_Task brief_
Your answer must be every line of the data below that holds the string "NOWHERE", copied exactly.

_Saved entries_
Start of Block
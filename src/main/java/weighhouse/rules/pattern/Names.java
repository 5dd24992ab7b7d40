package weighhouse.rules.pattern;

import java.util.HashMap;
import java.util.Locale;
import java.util.Map;
import weighhouse.formula.Expr;
import weighhouse.formula.FormulaParser;
import weighhouse.formula.FormulaSyntaxException;
import weighhouse.workbook.CellAddress;
import weighhouse.workbook.DefinedName;
import weighhouse.workbook.Workbook;

/** What defined names stand for; a sheet's own name comes before the workbook's. */
final class Names {
  private record Key(int scope, String name) {}

  private final Workbook workbook;
  private final Map<Key, Expr> meanings = new HashMap<>();

  Names(Workbook workbook) {
    this.workbook = workbook;
    for (DefinedName name : workbook.names()) {
      Expr meaning = parsed(name.formula());
      if (meaning != null) {
        meanings.put(new Key(name.scope(), lower(name.name())), meaning);
      }
    }
  }

  /** The name's meaning, relative to the cell that uses it; null where it has none. */
  Expr meaning(Expr.NameRef name, CellAddress host) {
    boolean elsewhere = name.sheet() != null;
    int sheet = elsewhere ? workbook.sheetIndex(name.sheet().first()) : host.sheet();
    Expr own = meanings.get(new Key(sheet, lower(name.name())));
    return own != null
        ? own
        : meanings.get(new Key(DefinedName.WORKBOOK_SCOPE, lower(name.name())));
  }

  private static Expr parsed(String formula) {
    try {
      return FormulaParser.parse(formula, 0, 0).tree();
    } catch (FormulaSyntaxException brokenName) {
      return null; // the reader of the workbook reports broken names
    }
  }

  private static String lower(String name) {
    return name.toLowerCase(Locale.ROOT);
  }
}
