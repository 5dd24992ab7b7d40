package weighhouse.rules.pattern;

import java.util.LinkedHashMap;
import java.util.List;
import java.util.Map;
import weighhouse.formula.Expr;
import weighhouse.rules.term.Sample;
import weighhouse.rules.term.Scope;
import weighhouse.rules.term.Term;
import weighhouse.rules.term.Terms;
import weighhouse.rules.term.Translator;
import weighhouse.workbook.CellAddress;

/** A function of metavariables, written as a formula. */
public final class Pattern {
  private static final CellAddress NOWHERE = new CellAddress(0, 0, 0);

  private final String text;
  private final Expr tree;
  private final Term term;
  private final Map<String, Term> variables = new LinkedHashMap<>();

  public Pattern(String text, Expr tree) {
    this.text = text;
    this.tree = tree;
    Terms terms = new Terms();
    this.term = new Translator(terms, new Letters()).translate(tree, NOWHERE);
  }

  private final class Letters implements Scope {
    @Override
    public Term term(Expr reference, CellAddress host, Translator translator) {
      if (reference instanceof Expr.NameRef name) {
        return variables.computeIfAbsent(name.name(), translator.terms()::symbol);
      }
      return translator.terms().symbol(reference);
    }

    @Override
    public List<Expr> cells(Expr area, CellAddress host) {
      return List.of();
    }
  }

  public String text() {
    return text;
  }

  public Expr tree() {
    return tree;
  }

  /** Names of its metavariables in the order of their first use. */
  public List<String> variables() {
    return List.copyOf(variables.keySet());
  }

  /** Whether it is a sum, which is matched as it is; products leave room for further factors. */
  boolean isSum() {
    return Chains.isSum(tree);
  }

  /** Its value where the metavariables have these values. */
  double value(Map<String, Double> values) {
    Sample sample = new Sample(0, term.id() + 1);
    variables.forEach((name, symbol) -> sample.with(symbol, values.get(name)));
    return sample.of(term);
  }
}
End of Block
_Output below_
  private static final CellAddress NOWHERE = new CellAddress(0, 0, 0);
    this.term = new Translator(terms, new Letters()).translate(tree, NOWHERE);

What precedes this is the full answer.